Xu David, Jalal Shadia I, Sledge George W, Meroueh Samy O
Center for Computational Biology and Bioinformatics, Indiana University School of Medicine, Indianapolis, Indiana 46202, USA.
Mol Biosyst. 2016 Oct 20;12(10):3067-87. doi: 10.1039/c6mb00231e. Epub 2016 Jul 25.
The Cancer Genome Atlas (TCGA) offers an unprecedented opportunity to identify small-molecule binding sites on proteins with overexpressed mRNA levels that correlate with poor survival. Here, we analyze RNA-seq and clinical data for 10 tumor types to identify genes that are both overexpressed and correlate with patient survival.
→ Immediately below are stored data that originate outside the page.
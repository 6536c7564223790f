#pragma once
// Marching: options, handles for the loop, longer runs.

#include <tepor/c/impl/field.hpp>
#include <tepor/c/impl/handles.hpp>

namespace tepor::c {

inline tepor_march_options options_of(const tepor_march_options* given) {
    tepor_march_options o = tepor_march_options_default();
    take(given, o);
    return o;
}

inline Capacity capacity_of(int32_t kind) {
    switch (kind) {
    case TEPOR_CAPACITY_AUTOMATIC: return Capacity::automatic;
    case TEPOR_CAPACITY_LUMPED: return Capacity::lumped;
    case TEPOR_CAPACITY_CONSISTENT: return Capacity::consistent;
    case TEPOR_CAPACITY_BLENDED: return Capacity::blended;
    default: misuse("the capacity is no tepor_capacity");
    }
}

inline Theta theta_of(const tepor_march_options& o) {
    Theta theta{.theta = o.theta, .step = o.step};
    theta.capacity = capacity_of(o.capacity);
    theta.damped_start = o.damped_start != 0;
    theta.newton_passes = o.newton_passes;
    theta.tolerance = o.newton_tolerance;
    return theta;
}

inline Adaptive adaptive_of(const tepor_march_options& o) {
    Adaptive adaptive{.tolerance = o.tolerance};
    adaptive.first_step = o.first_step;
    if (o.largest_step > 0.0) adaptive.largest_step = o.largest_step;
    adaptive.smallest_step = o.smallest_step;
    adaptive.capacity = capacity_of(o.capacity);
    adaptive.newton_tolerance = o.newton_tolerance;
    return adaptive;
}

/// From an Initial or a Checkpoint.
template <class Start>
tepor_march* make_march(const Body& body, const Start& start, const tepor_march_options& o) {
    return o.step != 0.0 ? new tepor_march{March(body, start, theta_of(o))}
                         : new tepor_march{March(body, start, adaptive_of(o))};
}

inline Phase phase_of(const tepor_march_options& o) {
    return o.liquid != 0 ? Phase::liquid : Phase::solid;
}

template <class Handle>
int64_t keep(std::vector<Handle>& handles, Handle handle) {
    handles.push_back(handle);
    return static_cast<int64_t>(handles.size()) - 1;
}

/// The handle of a number that was given out; null for any other.
template <class Handle>
const Handle* kept(const std::vector<Handle>& handles, int64_t number) {
    return number >= 0 && static_cast<std::size_t>(number) < handles.size() ? &handles[static_cast<std::size_t>(number)]
                                                                            : nullptr;
}

} // namespace tepor::c

extern "C" {

tepor_march_options tepor_march_options_default(void) {
    const tepor::Theta theta;
    const tepor::Adaptive adaptive;
    tepor_march_options o{};
    o.size = sizeof o;
    o.theta = theta.theta;
    o.tolerance = adaptive.tolerance;
    o.damped_start = theta.damped_start ? 1 : 0;
    o.newton_tolerance = theta.tolerance;
    return o;
}

tepor_status tepor_march_create(tepor_session* session, const tepor_body* body, double temperature,
                                const tepor_march_options* options, tepor_march** out) {
    return tepor::c::run(session, body && options && out, [&] {
        const tepor_march_options o = tepor::c::options_of(options);
        *out = tepor::c::make_march(body->body, tepor::initial(temperature, tepor::c::phase_of(o)), o);
    });
}
tepor_status tepor_march_create_from(tepor_session* session, const tepor_body* body, const tepor_field* field,
                                     const tepor_march_options* options, tepor_march** out) {
    return tepor::c::run(session, body && field && options && out, [&] {
        const tepor_march_options o = tepor::c::options_of(options);
        *out = tepor::c::make_march(body->body, tepor::initial(field->field, tepor::c::phase_of(o)), o);
    });
}
tepor_status tepor_march_create_by(tepor_session* session, const tepor_body* body, const tepor_function* temperature,
                                   const tepor_march_options* options, tepor_march** out) {
    return tepor::c::run(session, body && temperature && options && out, [&] {
        if (temperature->value.kind() != tepor::Value::Kind::law)
            tepor::c::misuse("a march starts from a law of place; make it with tepor_law_create");
        const tepor_march_options o = tepor::c::options_of(options);
        *out = tepor::c::make_march(body->body, tepor::initial(temperature->value.law(), tepor::c::phase_of(o)), o);
    });
}
tepor_status tepor_march_resume(tepor_session* session, const tepor_body* body, const tepor_checkpoint* checkpoint,
                                const tepor_march_options* options, tepor_march** out) {
    return tepor::c::run(session, body && checkpoint && options && out, [&] {
        *out = tepor::c::make_march(body->body, checkpoint->checkpoint, tepor::c::options_of(options));
    });
}
void tepor_march_free(tepor_march* march) {
    delete march;
}

tepor_status tepor_march_watch(tepor_session* session, tepor_march* march, const tepor_quantity* quantity,
                               int64_t* probe) {
    return tepor::c::run(session, march && quantity && probe,
                         [&] { *probe = tepor::c::keep(march->probes, march->march.watch(quantity->quantity)); });
}
tepor_status tepor_march_drive(tepor_session* session, tepor_march* march, const tepor_parameter* parameter,
                               int64_t* input) {
    return tepor::c::run(session, march && parameter && input,
                         [&] { *input = tepor::c::keep(march->inputs, march->march.drive(parameter->parameter)); });
}
tepor_status tepor_march_integral(tepor_session* session, tepor_march* march, const tepor_quantity* quantity,
                                  int64_t* integral) {
    return tepor::c::run(session, march && quantity && integral, [&] {
        *integral = tepor::c::keep(march->integrals, march->march.integral(quantity->quantity));
    });
}
tepor_status tepor_march_peak(tepor_session* session, tepor_march* march, const tepor_quantity* quantity,
                              int64_t* peak) {
    return tepor::c::run(session, march && quantity && peak,
                         [&] { *peak = tepor::c::keep(march->peaks, march->march.peak(quantity->quantity)); });
}
tepor_status tepor_march_record(tepor_session* session, tepor_march* march, double megabytes) {
    return tepor::c::run(session, march, [&] { march->march.record(megabytes); });
}
tepor_status tepor_march_observe(tepor_session* session, tepor_march* march, double interval,
                                 tepor_march_callback callback, void* user_data) {
    return tepor::c::run(session, march && callback, [&] {
        march->march.observe(interval, [march, callback, user_data](const tepor::March&) {
            if (callback(march, user_data) != 0)
                throw tepor::Error(tepor::ErrorCode::cancelled, "observer", "an observer of the march stopped it");
        });
    });
}

void tepor_march_set(tepor_march* march, int64_t input, double value) {
    if (!march) return;
    if (const tepor::Input* known = tepor::c::kept(march->inputs, input)) march->march.set(*known, value);
}
double tepor_march_read(const tepor_march* march, int64_t probe) {
    const tepor::Probe* known = march ? tepor::c::kept(march->probes, probe) : nullptr;
    return known ? march->march[*known] : tepor::c::not_given;
}
double tepor_march_read_integral(const tepor_march* march, int64_t integral) {
    const tepor::Integral* known = march ? tepor::c::kept(march->integrals, integral) : nullptr;
    return known ? march->march[*known] : tepor::c::not_given;
}
double tepor_march_read_peak(const tepor_march* march, int64_t peak, double* time) {
    const tepor::Peak* known = march ? tepor::c::kept(march->peaks, peak) : nullptr;
    if (!known) return tepor::c::not_given;
    const tepor::Moment met = march->march[*known];
    if (time) *time = met.time;
    return met.value;
}
int32_t tepor_march_advance(tepor_march* march) {
    return march ? static_cast<int32_t>(march->march.advance().verdict()) : 16;
}
const char* tepor_verdict_text(int32_t verdict) {
    return verdict == 16 ? "the march is NULL" : tepor::text_of(static_cast<tepor::Verdict>(verdict));
}
double tepor_march_time(const tepor_march* march) {
    return march ? march->march.time() : 0.0;
}

tepor_status tepor_march_advance_to(tepor_session* session, tepor_march* march, double time) {
    return tepor::c::run(session, march, [&] { march->march.advance_to(time); });
}
tepor_status tepor_march_advance_to_with(tepor_session* session, tepor_march* march, double time,
                                         tepor_march_callback progress, void* user_data) {
    return tepor::c::run(session, march && progress, [&] {
        march->march.advance_to(time, [&](const tepor::March&) { return progress(march, user_data) == 0; });
    });
}
tepor_status tepor_march_time_to_reach(tepor_session* session, tepor_march* march, const tepor_quantity* quantity,
                                       double value, double latest, double* time) {
    return tepor::c::run(session, march && quantity && time,
                         [&] { *time = march->march.time_to_reach(quantity->quantity, value, latest); });
}
tepor_status tepor_march_value(tepor_session* session, const tepor_march* march, const tepor_quantity* quantity,
                               double* out) {
    return tepor::c::run(session, march && quantity && out, [&] { *out = march->march[quantity->quantity]; });
}
tepor_status tepor_march_field(tepor_session* session, const tepor_march* march, tepor_field** out) {
    return tepor::c::run(session, march && out, [&] { *out = new tepor_field{march->march.field()}; });
}
tepor_status tepor_march_balance(tepor_session* session, const tepor_march* march, tepor_balance* balance) {
    return tepor::c::run(session, march && balance,
                         [&] { tepor::c::give(tepor::c::balance_of(march->march.balance()), balance); });
}
tepor_status tepor_march_total(tepor_session* session, const tepor_march* march, tepor_balance* balance) {
    return tepor::c::run(session, march && balance,
                         [&] { tepor::c::give(tepor::c::balance_of(march->march.total()), balance); });
}
tepor_status tepor_march_molten_in(tepor_session* session, const tepor_march* march, const char* region,
                                   double* share) {
    return tepor::c::run(session, march && region && share, [&] { *share = march->march.molten_in(region); });
}
tepor_status tepor_march_parameter(tepor_session* session, const tepor_march* march, const tepor_parameter* parameter,
                                   double* out) {
    return tepor::c::run(session, march && parameter && out, [&] { *out = march->march.value(parameter->parameter); });
}
double tepor_march_last_step(const tepor_march* march) {
    return march ? march->march.last_step() : 0.0;
}
double tepor_march_sensible_step(const tepor_march* march) {
    return march ? march->march.sensible_step() : 0.0;
}
int64_t tepor_march_steps(const tepor_march* march) {
    return march ? march->march.steps() : 0;
}
int64_t tepor_march_factorisations(const tepor_march* march) {
    return march ? march->march.factorisations() : 0;
}
int64_t tepor_march_rejections(const tepor_march* march) {
    return march ? march->march.rejections() : 0;
}

} // extern "C"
Protein products of these genes were scanned for binding sites that possess shape and physicochemical properties that can accommodate small-molecule probes or therapeutic agents (druggable). These binding sites were classified as enzyme active sites (ENZ), protein-protein interaction sites (PPI), or other sites whose function is unknown (OTH). Interestingly, the overwhelming majority of binding sites were classified as OTH. We find that ENZ, PPI, and OTH binding sites often occurred on the same structure suggesting that many of these OTH cavities can be used for allosteric modulation of enzyme activity or protein-protein interactions with small molecules. We discovered several ENZ (PYCR1, QPRT, and HSPA6) and PPI (CASC5, ZBTB32, and CSAD) binding sites on proteins that have been seldom explored in cancer. We also found proteins that have been extensively studied in cancer that have not been previously explored with small molecules that harbor ENZ (PKMYT1, STEAP3, and NNMT) and PPI (HNF4A, MEF2B, and CBX2) binding sites. All binding sites were classified by the signaling pathways to which the protein that harbors them belongs using KEGG. In addition, binding sites were mapped onto structural protein-protein interaction networks to identify promising sites for drug discovery. Finally, we identify pockets that harbor missense mutations previously identified from analysis of TCGA data. The occurrence of mutations in these binding sites provides new opportunities to develop small-molecule probes to explore their function in cancer.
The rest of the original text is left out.